No le preguntaron qué había hecho. Tenía las manos cubiertas de cicatrices y había engordado hasta un extremo insalubre. Ya no era la jovencita rubia, delgada y pulcra del pasado; la ropa le venía demasiado ceñida y sus facciones se habían vuelto fofas. Aunque no la interrogaron, ella los puso al día. La habían internado en una institución psiquiátrica, se había fugado, había regresado voluntariamente y había acabado ayudando a las enfermeras con los demás pacientes. Pensaba que estaba curada, y los médicos coincidían con ella.
«¿Crees que podrías interceder ante el colegio para que me readmitieran? Si pudiera presentarme a los exámenes… Estoy segura de que aprobaría. Estuve estudiando un poco en el manicomio. —De nuevo Frances respondió que era un poco tarde—. ¿No podrías hablar con ellos?» —insistió Jill.

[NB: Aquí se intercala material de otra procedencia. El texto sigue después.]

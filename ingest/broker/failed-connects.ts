import { LIMITS } from './limits'

const minuteMs = 60_000
const pairsMax = 50_000

/** Counts failed connects of each address and user name in the running minute; a pair over the limit is refused unread. */
export class FailedConnects {
  #counts = new Map<string, { count: number; sinceMs: number }>()

  isLocked(address: string, userName: string, nowMs: number): boolean {
    const held = this.#counts.get(keyOf(address, userName))
    return (
      held !== undefined && nowMs - held.sinceMs < minuteMs && held.count >= LIMITS.failedConnectsPerMinute
    )
  }

  add(address: string, userName: string, nowMs: number): void {
    const key = keyOf(address, userName)
    const held = this.#counts.get(key)
    if (held && nowMs - held.sinceMs < minuteMs) held.count++
    else this.#counts.set(key, { count: 1, sinceMs: nowMs })
    if (this.#counts.size > pairsMax) this.#forgetOld(nowMs)
  }

  clear(address: string, userName: string): void {
    this.#counts.delete(keyOf(address, userName))
  }

  #forgetOld(nowMs: number): void {
    for (const [key, held] of this.#counts) if (nowMs - held.sinceMs >= minuteMs) this.#counts.delete(key)
    if (this.#counts.size > pairsMax) this.#counts.clear()
  }
}

function keyOf(address: string, userName: string): string {
  return `${address} ${userName.slice(0, 128).toLowerCase()}`
}
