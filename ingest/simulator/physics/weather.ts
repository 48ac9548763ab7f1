import { hashText, smoothNoiseAt } from '../random'

const YEAR_S = 365.2425 * 86400
/** 2026-01-01T00:00:00Z */
const DATED_S = 1767225600
const slow = hashText('outdoor co2 over days')
const quick = hashText('outdoor co2 over hours')
const warmth = hashText('outdoor temperature')

/**
 * CO2 of the air on the roof, ppm: 434 at the start of 2026 and 2.7 more a year, a season of 4, a day of 6 (most before dawn) and
 * weather on scales of 6 and 36 hours. A plausible town, not a record of one.
 */
export function outdoorCo2Ppm(seed: number, timeS: number): number {
  const year = (timeS - DATED_S) / YEAR_S
  const season = 4 * Math.cos(2 * Math.PI * (year - 0.3))
  const day = 6 * Math.cos((2 * Math.PI * (timeS - 5 * 3600)) / 86400)
  const weather =
    6 * smoothNoiseAt(seed, slow, timeS, 36 * 3600) + 3 * smoothNoiseAt(seed, quick, timeS, 21600)
  return 434 + 2.7 * year + season + day + weather
}

/** Outdoor temperature, °C, of a mild northern town. */
export function outdoorTemperatureC(seed: number, timeS: number): number {
  const year = (timeS - DATED_S) / YEAR_S
  const season = -6.5 * Math.cos(2 * Math.PI * (year - 0.06))
  const day = -3.2 * Math.cos((2 * Math.PI * (timeS - 3 * 3600)) / 86400)
  return 10.5 + season + day + 2.4 * smoothNoiseAt(seed, warmth, timeS, 86400)
}

/** Water vapour at saturation, g/m³, by the Magnus formula and the ideal-gas law. */
export function saturationGramsPerM3(temperatureC: number): number {
  const pressureHPa = 6.112 * Math.exp((17.62 * temperatureC) / (243.12 + temperatureC))
  return (216.7 * pressureHPa) / (273.15 + temperatureC)
}
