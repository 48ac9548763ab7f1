/** Bounds that keep one device, or a stranger, from harming the others. */
export const LIMITS = {
  /** a packet of a signed-in device that is larger closes its connection; one below that has too large a payload is refused alone */
  packetMaxBytes: 2 * 1024 * 1024,
  /** the same before sign-in, where only a CONNECT may come */
  connectPacketMaxBytes: 16 * 1024,
  /** a connection that sends no CONNECT by then is closed */
  connectTimeoutMs: 10_000,
  /** TCP asks a silent peer from then on whether it is still there, also where the device set no keep-alive */
  tcpKeepAliveMs: 60_000,
  connections: 20_000,
  /** connects waiting to be accepted */
  backlog: 4096,
  /** the connected devices are checked against the database this often, should a notice have been lost */
  recheckMs: 60_000,
  /** failed connects of one address and user name in a minute before it is refused unread */
  failedConnectsPerMinute: 10,
  /** a failed connect is answered this late, so that a device in a loop does not spin */
  failedConnectAnswerMs: 300,
  /** readings a sensor may send at once before its rate counts, in seconds of that rate (a backlog after an outage) */
  burstSeconds: 60,
} as const
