/** Bucket of one device: tokens may go below nought, then they are owed. */
type Bucket = { tokens: number; atMs: number }

/** Buckets held before full ones are forgotten. */
const BUCKETS_MAX = 10_000

/**
 * How long a device's message must wait so that the device keeps to its rate: nothing while its burst lasts, then as long as what it
 * owes takes to earn. Nothing is dropped. Kept per device, so that a new connection does not start afresh.
 */
export class Throttle {
  #buckets = new Map<string, Bucket>()
  readonly #ratePerS: number
  readonly #burst: number

  constructor(options: { ratePerS: number; burst: number }) {
    this.#ratePerS = options.ratePerS
    this.#burst = options.burst
  }

  /** Milliseconds that a message of `cost` readings arriving at `nowMs` (epoch milliseconds) must wait. */
  delayMs(key: string, cost: number, nowMs: number): number {
    const bucket = this.#buckets.get(key) ?? { tokens: this.#burst, atMs: nowMs }
    const earned = (Math.max(0, nowMs - bucket.atMs) / 1000) * this.#ratePerS
    bucket.tokens = Math.min(this.#burst, bucket.tokens + earned) - cost
    bucket.atMs = nowMs
    this.#buckets.set(key, bucket)
    if (this.#buckets.size > BUCKETS_MAX) this.#forgetFull(nowMs)
    return bucket.tokens >= 0 ? 0 : (-bucket.tokens / this.#ratePerS) * 1000
  }

  #forgetFull(nowMs: number): void {
    const fullAfterMs = (this.#burst / this.#ratePerS) * 1000
    for (const [key, bucket] of this.#buckets)
      if (nowMs - bucket.atMs > fullAfterMs) this.#buckets.delete(key)
  }
}
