import type { Client } from 'aedes'
import type { Device } from '@/db/queries/devices'

/** A message that must wait for its device's rate. */
type Delayed = { dueMs: number; release: () => void }

/** One signed-in connection: whose it is, and what must wait for its rate. */
export class Session {
  device: Device
  #delayed: Delayed[] = []
  #timer: NodeJS.Timeout | undefined
  readonly #client: Client

  constructor(client: Client, device: Device) {
    this.#client = client
    this.device = device
  }

  /** Runs `release` after `delayMs`, and never before an earlier message of this connection. */
  inTurn(delayMs: number, release: () => void): void {
    if (delayMs <= 0 && this.#delayed.length === 0) {
      release()
      return
    }
    const dueMs = Math.max(performance.now() + delayMs, this.#delayed.at(-1)?.dueMs ?? 0)
    this.#delayed.push({ dueMs, release })
    this.#timer ??= setTimeout(() => this.#releaseDue(), delayMs)
  }

  /** Ends the connection; what is unanswered stays so, and the device sends it again. */
  close(): void {
    this.end()
    this.#client.conn.destroy()
  }

  /** Forgets what waits: the connection is gone. */
  end(): void {
    clearTimeout(this.#timer)
    this.#delayed = []
  }

  #releaseDue(): void {
    this.#timer = undefined
    const nowMs = performance.now()
    let due = 0
    while (due < this.#delayed.length && this.#delayed[due]!.dueMs <= nowMs + 1) due++
    const released = this.#delayed.splice(0, due)
    const next = this.#delayed[0]
    if (next) this.#timer = setTimeout(() => this.#releaseDue(), Math.max(1, next.dueMs - nowMs))
    for (const { release } of released) release()
  }
}
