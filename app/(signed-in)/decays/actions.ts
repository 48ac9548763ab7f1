'use server'

import { redirect } from 'next/navigation'
import { type Refit, reviewDecay } from '@/db/changes/reviews'
import { getDecay } from '@/db/queries/decay-detail'
import { listDecays } from '@/db/queries/decays'
import { refitDecay } from '@/lib/air/decay/refit'
import { Refusal } from '@/lib/errors'
import { type ReviewForm, reviewForm } from '@/lib/forms/review'
import { paths } from '@/lib/paths'
import { systemClock } from '@/lib/server/clock'
import { action } from '@/lib/server/http/action'
import { pageContext } from '@/lib/server/http/page'
import type { SignedContext } from '@/lib/server/http/signed'
import type { DecayDetail } from '@/lib/wire/decays'

const review = action({
  permission: 'decay.review',
  schema: reviewForm,
  run: async (person, form) => {
    const decay = await person.read((tx) => getDecay(tx, { publicId: form.decayId }))
    if (!decay) throw new Refusal('not-found', 'There is no such decay, or it is not yours to see.')
    const refit = form.decision === 'keep with window' ? refitOf(decay, form) : null
    const actor = { organizationId: person.scope.organizationId, userId: person.scope.userId }
    await person.change((tx) => reviewDecay(tx, actor, { form, refit, now: systemClock.now() }))
    return nextToReview(person)
  },
})

/** Saves a decision and goes on to the next decay that waits for one. */
export async function reviewDecayAction(earlier: unknown, form: FormData) {
  const answer = await review(earlier, form)
  if (answer.ok) redirect(answer.value)
  return answer
}

/** The moved window fitted on the server from the readings; what a browser says of it is not taken. */
function refitOf(decay: DecayDetail, form: ReviewForm): Refit {
  const result = refitDecay({
    series: { timeS: Float64Array.from(decay.series.timeS), co2Ppm: Float64Array.from(decay.series.co2Ppm) },
    fromS: form.fromS ?? decay.startS,
    toS: form.toS ?? decay.endS,
    background: decay.background && { ...decay.background, origin: decay.background.origin as never },
    sensor: decay.sensorSpec,
  })
  if (result.ratePerHour === null || result.lowPerHour === null || result.highPerHour === null) {
    throw new Refusal(
      'invalid',
      `This window gives no figure. ${result.sentence} Move its edges, or leave the decay out.`,
      {
        fields: { reason: ['Nothing was saved: this window gives no figure.'] },
      },
    )
  }
  return { rate: result.ratePerHour, low: result.lowPerHour, high: result.highPerHour }
}

async function nextToReview(person: SignedContext): Promise<string> {
  const building = (await pageContext())?.building
  if (!building) return paths.decays()
  const [next] = await person.read((tx) =>
    listDecays(tx, { buildingId: building.id, show: 'to review', sinceNight: '1970-01-01', limit: 1 }),
  )
  return next ? paths.decay(next.id) : paths.decays()
}
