import type { EventEmitter } from 'node:events'
import type { Client } from 'aedes'
import { LIMITS } from './limits'

type Packet = { cmd: string; topic?: string; length: number }
type Parser = EventEmitter & { packet: Packet; parse: (bytes: Buffer) => number }

/** Topic levels from which on the broker library would close the connection. */
const TOPIC_LEVELS_MAX = 50

/** Stands in for a topic that no device may publish to and that the broker library would close the connection for. */
const stand = 'refused'

const originals = new WeakMap<object, string>()

/** The topic as the device wrote it. */
export function writtenTopic(packet: { topic: string }): string {
  return originals.get(packet) ?? packet.topic
}

/**
 * Watches the bytes of one connection before the broker library acts on them: an impossible topic (empty, wildcards, too deep) gets a
 * stand-in, so that it is refused and acknowledged like any wrong topic; a packet that announces more bytes than allowed ends the
 * connection before they are taken in.
 */
export function guardConnection(
  client: Client,
  events: { onOversize: (bytes: number) => void; onBrokenBytes: (error: Error) => void },
): void {
  const parser = (client as unknown as { _parser: Parser })._parser
  parser.prependListener('packet', (packet: Packet) => {
    if (packet.cmd !== 'publish' || packet.topic === undefined || isPossible(packet.topic)) return
    originals.set(packet, packet.topic)
    packet.topic = stand
  })
  parser.prependListener('error', events.onBrokenBytes)
  const parse = parser.parse.bind(parser)
  parser.parse = (bytes) => {
    const left = parse(bytes)
    const most = client.connected ? LIMITS.packetMaxBytes : LIMITS.connectPacketMaxBytes
    if (parser.packet.length > most && !client.closed) {
      events.onOversize(parser.packet.length)
      client.conn.destroy()
    }
    return left
  }
}

function isPossible(topic: string): boolean {
  return topic.length > 0 && !/[+#]/.test(topic) && topic.split('/').length <= TOPIC_LEVELS_MAX
}
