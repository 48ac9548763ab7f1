import { z } from 'zod'
import { getFirstReading } from '@/db/queries/sensors'
import { Refusal } from '@/lib/errors'
import { route } from '@/lib/server/http/route'

/** GET /api/v1/sensors/{id}/first-reading: what has been heard from a sensor since it was registered. */
export const GET = route({
  permission: 'sensor.read',
  params: z.object({ sensor: z.string() }),
  handler: async ({ ctx, params }) => {
    const heard = await ctx.read((tx) => getFirstReading(tx, { deviceId: decodeURIComponent(params.sensor) }))
    if (!heard) throw new Refusal('not-found', 'There is no such sensor here, or it is not yours to see.')
    return heard
  },
})
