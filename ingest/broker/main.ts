/** The MQTT broker with the ingest inside: one process. */
import os from 'node:os'
import { endHeartbeat, writeHeartbeat } from '@/db/changes/heartbeats'
import { openDatabase } from '@/db/client'
import { listenLive } from '@/db/listen'
import { env } from '@/lib/server/env'
import { log } from '@/lib/server/log'
import { Credentials } from '../worker/credentials'
import { Ingest } from '../worker/ingest'
import { within } from '../worker/pause'
import { Broker } from './broker'
import { LIMITS } from './limits'

/** A database that hangs is given up on after this; the batch's own deadline is shorter. */
const queryTimeoutMs = 8000
const heartbeatMs = 10_000
/** A stop ends within the 10 s that the stack waits: this long for the batch in hand. */
const stopGraceMs = 6000

const startedAt = new Date()
const id = `broker ${os.hostname()} ${process.pid} ${startedAt.getTime()}`
const settings = env()
const logger = log().child({ process: 'broker' })
const nowMs = () => Date.now()

const database = openDatabase({
  url: settings.DATABASE_URL,
  poolSize: 6,
  applicationName: 'ebbmark broker',
  queryTimeoutMs,
  onError: (error) => logger.warn({ err: error.message }, 'an idle database connection was lost'),
})
const beat = () =>
  writeHeartbeat(database, {
    id,
    kind: 'broker',
    startedAt,
    at: new Date(),
    info: { ...ingest.counters, connections: broker.connections, port: settings.MQTT_PORT },
  })
const ingest = new Ingest({ database, log: logger, nowMs, random: Math.random, probe: beat })
const credentials = new Credentials(database, nowMs)
const broker = new Broker({
  host: settings.MQTT_HOST,
  port: settings.MQTT_PORT,
  ingest,
  credentials,
  log: logger,
  nowMs,
  readingsPerS: settings.MQTT_SENSOR_READINGS_PER_S,
})

const recheck = () => {
  credentials.forget()
  broker
    .recheck()
    .catch((error: Error) => logger.warn({ err: error.message }, 'connected devices were not checked'))
}
const listener = listenLive({
  url: settings.DATABASE_DIRECT_URL ?? settings.DATABASE_URL,
  applicationName: 'ebbmark broker listen',
  onNotice: (notice) => {
    if (notice.kind === 'sensors') recheck()
  },
  onConnected: recheck,
  onLost: (error) => logger.warn({ err: error.message }, 'the notice connection was lost'),
})

let isBeating = false
const beats = setInterval(() => {
  if (isBeating) return
  isBeating = true
  beat()
    .catch((error: Error) => logger.warn({ err: error.message }, 'no heartbeat written'))
    .finally(() => {
      isBeating = false
    })
}, heartbeatMs)
const rechecks = setInterval(recheck, LIMITS.recheckMs)

let stopping = false
/** Takes nothing new, commits and acknowledges what is in hand, then closes. A second signal ends at once. */
async function stop(why: string): Promise<void> {
  if (stopping) process.exit(1)
  stopping = true
  logger.info({ why }, 'stopping: committing what is in hand')
  clearInterval(beats)
  clearInterval(rechecks)
  broker.refuseNew()
  await ingest.stop(stopGraceMs)
  await within(broker.stop(), 1000)
  const farewell = endHeartbeat(database, id).catch((error: Error) =>
    logger.warn({ err: error.message }, 'the heartbeat was not taken away'),
  )
  await within(Promise.all([listener.stop(), farewell]), 1000)
  await within(
    database.close().catch(() => undefined),
    500,
  )
  logger.info({ ...ingest.counters }, 'stopped')
  process.exit(0)
}
process.on('SIGTERM', () => void stop('SIGTERM'))
process.on('SIGINT', () => void stop('SIGINT'))
process.on('disconnect', () => void stop('the parent process has gone'))

broker
  .start()
  .then(async () => {
    logger.info({ host: settings.MQTT_HOST, port: settings.MQTT_PORT }, 'MQTT broker listens')
    await beat().catch((error: Error) => logger.warn({ err: error.message }, 'no heartbeat written'))
    process.send?.({ ready: true, port: settings.MQTT_PORT })
  })
  .catch((error: NodeJS.ErrnoException) => {
    const taken = error.code === 'EADDRINUSE'
    logger.fatal(
      { err: error.message },
      taken
        ? `port ${settings.MQTT_PORT} on ${settings.MQTT_HOST} is taken: stop what uses it, or set MQTT_PORT`
        : 'the MQTT broker could not start',
    )
    process.exit(1)
  })
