import type { Metadata } from 'next'
import Link from 'next/link'
import { DecayList } from '@/components/decays/DecayList'
import { type FilterGroup, Filters } from '@/components/ui/Filters'
import { Caution, Page, PageHead } from '@/components/ui/Page'
import { EmptyState } from '@/components/ui/States'
import { countDecays, listDecays } from '@/db/queries/decays'
import { counted, sentenceCase } from '@/lib/format/counts'
import { nightWords } from '@/lib/format/nights'
import { withQuery } from '@/lib/format/query'
import { paths } from '@/lib/paths'
import { systemClock } from '@/lib/server/clock'
import { requirePage } from '@/lib/server/http/page'
import { addDays, localDate } from '@/lib/time'
import { decayListQuerySchema } from '@/lib/wire/decays'

export const metadata: Metadata = { title: 'Decays' }

const pageSize = 60
const shows = ['to review', 'accepted', 'doubtful', 'refused', 'all'] as const

/** The review queue: doubtful decays first, and every other one a filter away. */
export default async function DecaysPage({
  searchParams,
}: {
  searchParams: Promise<Record<string, string | string[] | undefined>>
}) {
  const page = await requirePage('decay.read')
  const { building } = page
  if (!building) {
    return (
      <Page>
        <EmptyState title="No building yet">
          Nobody has given you a building to work on. Ask your administrator to add you to one.
        </EmptyState>
      </Page>
    )
  }
  const parsed = decayListQuerySchema.safeParse(await searchParams)
  const query = parsed.success ? parsed.data : decayListQuerySchema.parse({})
  const sinceNight = addDays(
    localDate(systemClock.now().getTime() / 1000, building.timeZone),
    -7 * query.weeks,
  )
  const { counts, decays } = await page.read(async (tx) => ({
    counts: await countDecays(tx, { buildingId: building.id, sinceNight }),
    decays: await listDecays(tx, {
      buildingId: building.id,
      show: query.show,
      roomPublicId: query.room,
      mode: query.mode,
      sinceNight,
      beforeS: query.before,
      limit: pageSize,
    }),
  }))
  const link = (change: Record<string, string | undefined>) =>
    withQuery(
      paths.decays(),
      { show: query.show, weeks: String(query.weeks), room: query.room, mode: query.mode },
      change,
    )
  const waiting = counts['to review']
  const total = counts.accepted + counts.doubtful + counts.refused
  const countOf = { ...counts, all: total }
  const groups: FilterGroup[] = [
    {
      label: 'Show',
      choices: shows.map((show) => ({
        word: show,
        href: link({ show }),
        current: query.show === show,
        count: countOf[show],
      })),
    },
    {
      label: 'Weeks',
      choices: ['1', '4', '12'].map((weeks) => ({
        word: weeks,
        href: link({ weeks }),
        current: String(query.weeks) === weeks,
      })),
    },
    {
      label: 'Mode',
      choices: [undefined, 'supply on', 'supply reduced', 'supply off', 'natural', 'unknown'].map((mode) => ({
        word: mode ?? 'all',
        href: link({ mode }),
        current: query.mode === mode,
      })),
    },
  ]
  return (
    <Page>
      <PageHead
        title={
          waiting === 0 ? 'No decay waits for review' : `${sentenceCase(counted(waiting, 'decay'))} to review`
        }
        lead={`${counted(total, 'decay')} found in ${counted(query.weeks, 'week')}: ${counts.accepted} accepted, ${counts.doubtful} doubtful, ${counts.refused} refused with their reasons.`}
      />
      <Filters groups={groups} />
      {decays.length === 0 ? (
        <EmptyState
          level={2}
          title={query.show === 'to review' ? 'Nothing to decide' : 'No decay fits this choice'}
        >
          {query.show === 'to review'
            ? 'Every doubtful decay of these weeks has a decision. Choose “all” to look at the others.'
            : 'Choose other words above, or more weeks.'}
        </EmptyState>
      ) : (
        <DecayList decays={decays} timeZone={building.timeZone} max={8} nightWords={nightWords} />
      )}
      {decays.length === pageSize && (
        <p className="mt-4 text-2">
          <Link href={link({ before: String(Math.floor(decays.at(-1)?.startS ?? 0)) })}>Earlier decays</Link>
        </p>
      )}
      <Caution>
        A decay left out or refused stays on file with its reason; it is never replaced by a default.
      </Caution>
    </Page>
  )
}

La complació, y en el instituto hicieron una excepción por Jill, a quien creían capaz de superar los exámenes si se aplicaba. Pero ¿dónde iba a vivir? Le preguntaron a Phyllida si le importaría ocupar la habitación donde se había alojado Franklin: «A caballo regalado…»
En cuanto Jill se instaló, sin embargo, Phyllida la convirtió en blanco de sus acusaciones. Desde la cocina oían la constante y monótona retahila de quejas, y al cabo de un solo día Jill pidió ayuda a Sylvia, y juntas fueron a hablar con Frances y Andrew.
—Nadie la soporta —dijo Sylvia—. No culpéis a Jill.
—No la culpo —repuso Frances.
—No la culpamos —convino Andrew.
—Podría dormir en el salón —sugirió Jill.
—Puedes usar nuestro cuarto de baño —ofreció Andrew.
Concedieron a Jill lo que les había parecido inadmisible en el caso de Rose, pues ella no llenaría el centro de la casa con nubarrones de ira y desconfianza.
—Lo sabía —comentó Julia—. Sabía que llegaría este momento. Esta hermosa casa se ha convertido en una pensión. Me sorprende que no haya sucedido antes.
—Casi nunca usamos el salón.
—Ésa no es la cuestión, Andrew.
—Lo sé, abuela.
Tal fue la situación a partir del otoño de 1964: Andrew iba y venía desde Cambridge, Jill estudiaba con esmero, como una chica responsable y buena, Sylvia se esforzaba tanto que Julia decía entre lágrimas que acabaría por enfermar, Colin pasaba temporadas allí y temporadas fuera. Frances trabajaba en casa y en el Cosmo, a menudo colaborando con Rupert Boland en interesantes proyectos. Phyllida permanecía en el apartamento del sótano y se portaba bien, sin molestar a Sylvia, que rehuía su compañía.